*WHAT YOU SHOULD DO*
Starting with the line containing "pub struct CrystalCmd" and going on through the line containing "required = true)]", return the lines of the data below exactly, and only those.

★ ★ ★ ★ ★

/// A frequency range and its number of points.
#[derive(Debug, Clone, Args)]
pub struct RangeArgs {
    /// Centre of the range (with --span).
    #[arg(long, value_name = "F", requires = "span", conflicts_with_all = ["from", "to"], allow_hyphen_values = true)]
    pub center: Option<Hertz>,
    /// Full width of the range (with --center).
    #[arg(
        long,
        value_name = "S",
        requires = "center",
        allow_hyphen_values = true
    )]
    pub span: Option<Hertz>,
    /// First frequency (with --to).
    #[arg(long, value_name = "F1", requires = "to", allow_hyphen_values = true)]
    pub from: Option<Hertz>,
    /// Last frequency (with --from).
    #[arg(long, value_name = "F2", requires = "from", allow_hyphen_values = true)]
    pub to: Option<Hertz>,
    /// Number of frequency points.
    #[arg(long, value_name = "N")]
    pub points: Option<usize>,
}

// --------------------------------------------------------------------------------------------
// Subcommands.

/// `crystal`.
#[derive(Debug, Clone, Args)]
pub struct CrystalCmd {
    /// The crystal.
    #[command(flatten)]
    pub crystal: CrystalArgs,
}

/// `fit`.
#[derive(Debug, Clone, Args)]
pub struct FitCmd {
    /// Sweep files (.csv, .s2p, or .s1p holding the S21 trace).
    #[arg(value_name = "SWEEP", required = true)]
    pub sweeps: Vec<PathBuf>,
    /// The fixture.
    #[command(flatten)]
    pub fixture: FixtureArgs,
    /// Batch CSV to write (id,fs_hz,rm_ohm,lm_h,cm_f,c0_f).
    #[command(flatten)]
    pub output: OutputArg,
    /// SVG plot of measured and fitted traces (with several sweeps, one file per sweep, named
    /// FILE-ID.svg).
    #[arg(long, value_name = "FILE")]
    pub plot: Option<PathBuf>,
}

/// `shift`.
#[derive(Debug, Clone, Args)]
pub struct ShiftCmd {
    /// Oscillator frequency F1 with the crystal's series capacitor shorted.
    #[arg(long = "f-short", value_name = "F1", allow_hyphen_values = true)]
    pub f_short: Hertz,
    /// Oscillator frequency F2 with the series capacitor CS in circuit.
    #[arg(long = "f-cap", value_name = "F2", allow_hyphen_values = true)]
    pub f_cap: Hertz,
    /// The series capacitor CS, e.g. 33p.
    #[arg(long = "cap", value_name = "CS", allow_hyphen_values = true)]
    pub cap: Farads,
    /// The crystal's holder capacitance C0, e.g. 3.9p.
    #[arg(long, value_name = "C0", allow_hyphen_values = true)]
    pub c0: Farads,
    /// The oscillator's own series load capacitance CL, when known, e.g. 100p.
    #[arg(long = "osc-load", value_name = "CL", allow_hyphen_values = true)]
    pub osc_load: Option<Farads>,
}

★ ★ ★ ★ ★

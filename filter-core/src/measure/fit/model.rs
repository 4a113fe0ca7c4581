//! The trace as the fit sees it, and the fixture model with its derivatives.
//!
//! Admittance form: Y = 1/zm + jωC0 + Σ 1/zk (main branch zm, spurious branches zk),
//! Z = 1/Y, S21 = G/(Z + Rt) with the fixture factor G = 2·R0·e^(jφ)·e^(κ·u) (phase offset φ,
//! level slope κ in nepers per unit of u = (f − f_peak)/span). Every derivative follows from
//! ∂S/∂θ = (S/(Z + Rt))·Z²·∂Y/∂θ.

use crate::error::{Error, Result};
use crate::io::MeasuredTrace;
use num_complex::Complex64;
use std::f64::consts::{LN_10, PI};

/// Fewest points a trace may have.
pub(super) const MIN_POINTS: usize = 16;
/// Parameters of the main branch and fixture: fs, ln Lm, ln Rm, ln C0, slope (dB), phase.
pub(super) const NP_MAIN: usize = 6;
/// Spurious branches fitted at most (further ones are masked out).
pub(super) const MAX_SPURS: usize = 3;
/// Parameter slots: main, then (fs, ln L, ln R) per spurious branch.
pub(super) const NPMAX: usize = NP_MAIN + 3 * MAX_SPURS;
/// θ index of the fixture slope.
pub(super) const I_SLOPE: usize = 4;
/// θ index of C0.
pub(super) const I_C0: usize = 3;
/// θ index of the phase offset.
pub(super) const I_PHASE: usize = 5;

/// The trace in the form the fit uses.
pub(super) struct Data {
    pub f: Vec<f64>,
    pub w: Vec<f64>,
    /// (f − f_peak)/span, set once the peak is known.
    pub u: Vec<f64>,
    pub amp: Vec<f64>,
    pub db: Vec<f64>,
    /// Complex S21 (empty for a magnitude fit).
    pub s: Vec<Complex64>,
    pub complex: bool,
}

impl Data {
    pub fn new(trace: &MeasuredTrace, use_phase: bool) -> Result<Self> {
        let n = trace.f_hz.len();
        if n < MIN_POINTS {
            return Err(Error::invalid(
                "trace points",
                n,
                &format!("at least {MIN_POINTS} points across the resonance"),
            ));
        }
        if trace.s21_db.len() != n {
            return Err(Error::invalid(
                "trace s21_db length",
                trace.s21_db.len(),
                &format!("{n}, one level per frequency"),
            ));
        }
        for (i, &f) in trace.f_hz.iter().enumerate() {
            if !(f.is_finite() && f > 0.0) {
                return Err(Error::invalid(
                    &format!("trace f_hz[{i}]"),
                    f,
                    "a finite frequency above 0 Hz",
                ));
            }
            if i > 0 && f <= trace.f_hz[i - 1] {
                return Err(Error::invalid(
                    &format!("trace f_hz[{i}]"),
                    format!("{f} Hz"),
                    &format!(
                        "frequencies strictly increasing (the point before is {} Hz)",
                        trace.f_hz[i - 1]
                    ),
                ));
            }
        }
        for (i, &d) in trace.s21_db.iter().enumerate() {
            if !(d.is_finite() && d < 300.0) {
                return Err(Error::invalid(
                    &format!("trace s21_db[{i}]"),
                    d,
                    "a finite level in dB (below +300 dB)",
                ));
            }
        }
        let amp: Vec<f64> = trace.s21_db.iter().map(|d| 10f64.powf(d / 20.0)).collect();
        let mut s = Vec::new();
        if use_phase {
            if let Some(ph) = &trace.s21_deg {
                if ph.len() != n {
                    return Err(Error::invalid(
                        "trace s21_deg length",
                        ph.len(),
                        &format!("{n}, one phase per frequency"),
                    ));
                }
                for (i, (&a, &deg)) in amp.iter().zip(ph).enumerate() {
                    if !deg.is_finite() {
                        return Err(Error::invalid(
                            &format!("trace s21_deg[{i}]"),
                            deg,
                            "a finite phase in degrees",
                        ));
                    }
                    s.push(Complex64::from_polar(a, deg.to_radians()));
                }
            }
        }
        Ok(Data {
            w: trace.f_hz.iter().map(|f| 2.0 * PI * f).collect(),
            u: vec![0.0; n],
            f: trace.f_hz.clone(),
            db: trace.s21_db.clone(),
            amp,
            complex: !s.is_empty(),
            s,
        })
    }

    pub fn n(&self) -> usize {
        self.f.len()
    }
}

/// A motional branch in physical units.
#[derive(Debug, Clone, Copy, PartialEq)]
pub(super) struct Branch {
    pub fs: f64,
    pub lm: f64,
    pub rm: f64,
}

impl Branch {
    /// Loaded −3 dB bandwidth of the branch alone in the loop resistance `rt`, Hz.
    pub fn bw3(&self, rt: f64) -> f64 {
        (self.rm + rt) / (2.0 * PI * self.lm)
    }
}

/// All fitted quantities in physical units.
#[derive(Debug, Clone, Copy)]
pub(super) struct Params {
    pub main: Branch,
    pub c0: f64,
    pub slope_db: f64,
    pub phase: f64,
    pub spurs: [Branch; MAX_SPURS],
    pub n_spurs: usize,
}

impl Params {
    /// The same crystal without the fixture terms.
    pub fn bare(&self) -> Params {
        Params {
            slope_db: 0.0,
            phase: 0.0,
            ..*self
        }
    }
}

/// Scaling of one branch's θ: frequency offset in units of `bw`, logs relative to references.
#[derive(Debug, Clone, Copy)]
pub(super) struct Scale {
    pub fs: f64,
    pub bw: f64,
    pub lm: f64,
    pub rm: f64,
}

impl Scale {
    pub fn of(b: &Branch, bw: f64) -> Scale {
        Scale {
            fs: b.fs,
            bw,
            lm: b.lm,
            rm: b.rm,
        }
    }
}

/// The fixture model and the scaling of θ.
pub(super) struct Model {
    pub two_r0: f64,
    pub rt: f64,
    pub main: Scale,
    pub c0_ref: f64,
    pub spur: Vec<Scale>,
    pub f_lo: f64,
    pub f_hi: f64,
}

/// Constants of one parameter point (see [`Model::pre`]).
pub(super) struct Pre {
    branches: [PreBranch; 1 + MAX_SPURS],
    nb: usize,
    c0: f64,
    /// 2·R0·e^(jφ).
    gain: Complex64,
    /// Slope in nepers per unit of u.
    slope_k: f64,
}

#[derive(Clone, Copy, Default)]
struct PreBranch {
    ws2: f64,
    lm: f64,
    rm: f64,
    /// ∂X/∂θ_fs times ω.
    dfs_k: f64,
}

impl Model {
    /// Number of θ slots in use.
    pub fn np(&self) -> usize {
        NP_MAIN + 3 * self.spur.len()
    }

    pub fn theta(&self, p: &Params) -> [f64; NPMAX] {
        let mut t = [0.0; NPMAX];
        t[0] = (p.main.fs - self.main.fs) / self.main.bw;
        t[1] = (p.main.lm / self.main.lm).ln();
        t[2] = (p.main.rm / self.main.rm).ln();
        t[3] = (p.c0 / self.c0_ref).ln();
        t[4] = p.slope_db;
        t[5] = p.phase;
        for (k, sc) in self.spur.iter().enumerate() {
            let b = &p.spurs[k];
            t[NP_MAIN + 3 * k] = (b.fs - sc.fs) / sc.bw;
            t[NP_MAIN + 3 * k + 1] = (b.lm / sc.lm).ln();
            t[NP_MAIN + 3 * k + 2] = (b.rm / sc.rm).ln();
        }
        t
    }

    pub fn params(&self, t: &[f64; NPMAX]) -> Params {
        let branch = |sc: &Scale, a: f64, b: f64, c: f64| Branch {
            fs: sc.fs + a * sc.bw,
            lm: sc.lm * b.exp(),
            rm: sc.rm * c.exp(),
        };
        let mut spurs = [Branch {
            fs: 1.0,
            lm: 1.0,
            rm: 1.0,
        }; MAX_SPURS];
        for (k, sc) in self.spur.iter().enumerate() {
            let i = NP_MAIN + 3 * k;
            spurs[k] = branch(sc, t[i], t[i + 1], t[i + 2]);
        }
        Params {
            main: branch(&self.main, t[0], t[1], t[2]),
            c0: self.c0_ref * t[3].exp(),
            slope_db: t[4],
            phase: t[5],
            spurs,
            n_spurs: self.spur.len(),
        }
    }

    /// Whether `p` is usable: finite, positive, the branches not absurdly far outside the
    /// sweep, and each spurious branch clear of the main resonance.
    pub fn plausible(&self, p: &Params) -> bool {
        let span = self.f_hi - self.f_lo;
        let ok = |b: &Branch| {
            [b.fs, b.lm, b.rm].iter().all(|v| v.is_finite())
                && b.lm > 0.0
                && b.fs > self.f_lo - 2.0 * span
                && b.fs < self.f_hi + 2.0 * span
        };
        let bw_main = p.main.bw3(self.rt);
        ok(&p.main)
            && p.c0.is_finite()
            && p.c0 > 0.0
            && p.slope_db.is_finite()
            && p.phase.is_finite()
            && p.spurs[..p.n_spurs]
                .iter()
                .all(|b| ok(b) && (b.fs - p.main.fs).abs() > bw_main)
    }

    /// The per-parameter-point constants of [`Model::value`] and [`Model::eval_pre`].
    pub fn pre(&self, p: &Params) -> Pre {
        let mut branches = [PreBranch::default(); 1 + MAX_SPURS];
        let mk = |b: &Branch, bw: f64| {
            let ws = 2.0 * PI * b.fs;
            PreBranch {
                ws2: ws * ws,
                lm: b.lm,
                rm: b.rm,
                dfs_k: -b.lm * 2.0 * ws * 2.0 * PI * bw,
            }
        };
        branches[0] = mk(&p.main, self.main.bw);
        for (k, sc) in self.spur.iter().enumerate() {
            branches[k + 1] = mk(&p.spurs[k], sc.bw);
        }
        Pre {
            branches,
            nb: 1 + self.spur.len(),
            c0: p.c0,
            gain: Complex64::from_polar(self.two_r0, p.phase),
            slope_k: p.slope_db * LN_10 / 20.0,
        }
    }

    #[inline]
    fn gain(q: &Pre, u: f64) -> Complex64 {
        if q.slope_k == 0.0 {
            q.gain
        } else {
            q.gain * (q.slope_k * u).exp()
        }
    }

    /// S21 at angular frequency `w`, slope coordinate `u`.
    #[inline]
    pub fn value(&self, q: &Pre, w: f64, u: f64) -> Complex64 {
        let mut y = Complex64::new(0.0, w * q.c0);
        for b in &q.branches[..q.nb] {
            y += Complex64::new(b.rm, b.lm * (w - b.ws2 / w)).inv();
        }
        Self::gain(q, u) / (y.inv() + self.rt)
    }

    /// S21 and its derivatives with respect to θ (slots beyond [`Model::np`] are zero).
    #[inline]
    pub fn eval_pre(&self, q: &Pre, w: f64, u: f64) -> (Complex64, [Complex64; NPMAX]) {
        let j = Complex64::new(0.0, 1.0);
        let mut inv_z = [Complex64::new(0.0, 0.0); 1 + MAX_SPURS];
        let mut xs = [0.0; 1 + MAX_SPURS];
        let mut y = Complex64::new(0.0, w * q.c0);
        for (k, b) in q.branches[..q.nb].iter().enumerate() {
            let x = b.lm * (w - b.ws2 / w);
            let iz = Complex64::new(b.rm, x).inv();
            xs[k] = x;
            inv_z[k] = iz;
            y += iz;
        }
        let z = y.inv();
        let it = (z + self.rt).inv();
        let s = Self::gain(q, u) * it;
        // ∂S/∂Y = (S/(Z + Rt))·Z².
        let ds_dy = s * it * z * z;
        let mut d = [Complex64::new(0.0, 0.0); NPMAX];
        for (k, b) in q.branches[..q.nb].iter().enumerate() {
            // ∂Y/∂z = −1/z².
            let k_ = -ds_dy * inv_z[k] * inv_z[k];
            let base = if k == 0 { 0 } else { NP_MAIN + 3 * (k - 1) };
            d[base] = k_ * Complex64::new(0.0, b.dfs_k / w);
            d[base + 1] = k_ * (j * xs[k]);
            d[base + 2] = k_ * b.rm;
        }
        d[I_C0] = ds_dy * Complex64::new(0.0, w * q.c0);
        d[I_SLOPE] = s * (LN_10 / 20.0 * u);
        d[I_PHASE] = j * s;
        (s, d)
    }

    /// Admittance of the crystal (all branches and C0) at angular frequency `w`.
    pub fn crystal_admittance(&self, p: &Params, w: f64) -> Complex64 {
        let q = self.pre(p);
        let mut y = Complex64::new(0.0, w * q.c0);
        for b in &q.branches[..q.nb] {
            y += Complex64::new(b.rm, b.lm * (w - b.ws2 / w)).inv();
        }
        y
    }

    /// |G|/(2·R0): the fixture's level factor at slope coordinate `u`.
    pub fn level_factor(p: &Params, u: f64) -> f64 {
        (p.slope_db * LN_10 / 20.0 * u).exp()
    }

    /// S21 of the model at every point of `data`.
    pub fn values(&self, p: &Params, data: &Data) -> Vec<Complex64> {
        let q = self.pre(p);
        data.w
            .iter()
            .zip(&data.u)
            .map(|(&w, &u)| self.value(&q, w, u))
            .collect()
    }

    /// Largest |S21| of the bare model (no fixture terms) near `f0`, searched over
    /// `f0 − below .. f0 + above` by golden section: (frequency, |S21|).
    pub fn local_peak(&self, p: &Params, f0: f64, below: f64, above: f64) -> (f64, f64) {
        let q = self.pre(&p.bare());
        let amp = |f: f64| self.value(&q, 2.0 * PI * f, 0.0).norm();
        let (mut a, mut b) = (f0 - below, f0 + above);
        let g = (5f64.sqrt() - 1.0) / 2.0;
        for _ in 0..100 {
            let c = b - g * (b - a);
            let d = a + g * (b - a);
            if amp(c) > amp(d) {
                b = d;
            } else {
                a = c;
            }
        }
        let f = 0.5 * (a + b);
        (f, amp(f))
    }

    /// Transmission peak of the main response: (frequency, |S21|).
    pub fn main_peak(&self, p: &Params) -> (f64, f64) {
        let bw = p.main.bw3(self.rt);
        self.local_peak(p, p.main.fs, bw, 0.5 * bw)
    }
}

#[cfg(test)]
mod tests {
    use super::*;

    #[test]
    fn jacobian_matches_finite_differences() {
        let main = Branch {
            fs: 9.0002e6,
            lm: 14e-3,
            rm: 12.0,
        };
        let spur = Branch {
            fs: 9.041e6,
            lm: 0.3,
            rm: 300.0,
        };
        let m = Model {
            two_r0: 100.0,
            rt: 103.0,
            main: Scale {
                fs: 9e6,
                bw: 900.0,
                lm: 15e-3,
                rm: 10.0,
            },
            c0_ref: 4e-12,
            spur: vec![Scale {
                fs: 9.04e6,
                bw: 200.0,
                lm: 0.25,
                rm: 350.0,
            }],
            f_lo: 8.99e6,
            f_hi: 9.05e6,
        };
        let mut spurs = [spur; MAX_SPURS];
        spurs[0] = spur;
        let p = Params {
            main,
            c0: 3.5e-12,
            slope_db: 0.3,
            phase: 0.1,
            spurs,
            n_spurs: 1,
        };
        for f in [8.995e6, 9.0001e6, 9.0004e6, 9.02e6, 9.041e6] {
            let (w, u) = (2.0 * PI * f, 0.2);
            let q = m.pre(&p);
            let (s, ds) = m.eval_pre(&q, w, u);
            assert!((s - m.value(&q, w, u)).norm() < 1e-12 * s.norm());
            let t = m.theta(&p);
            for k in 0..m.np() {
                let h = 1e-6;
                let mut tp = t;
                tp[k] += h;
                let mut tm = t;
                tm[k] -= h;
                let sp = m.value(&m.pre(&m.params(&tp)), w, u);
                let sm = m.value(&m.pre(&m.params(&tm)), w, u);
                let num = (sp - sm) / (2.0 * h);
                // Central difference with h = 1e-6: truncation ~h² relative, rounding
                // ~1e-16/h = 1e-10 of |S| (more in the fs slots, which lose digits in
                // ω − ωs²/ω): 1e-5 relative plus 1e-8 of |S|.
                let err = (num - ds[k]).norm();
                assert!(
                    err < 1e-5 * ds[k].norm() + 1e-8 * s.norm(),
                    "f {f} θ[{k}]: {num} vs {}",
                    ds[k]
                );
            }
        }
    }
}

★ ★ ★ ★ ★

*YOUR RESPONSE*
pub struct CrystalCmd {
    /// The crystal.
    #[command(flatten)]
    pub crystal: CrystalArgs,
}

/// `fit`.
#[derive(Debug, Clone, Args)]
pub struct FitCmd {
    /// Sweep files (.csv, .s2p, or .s1p holding the S21 trace).
    #[arg(value_name = "SWEEP", required = true)]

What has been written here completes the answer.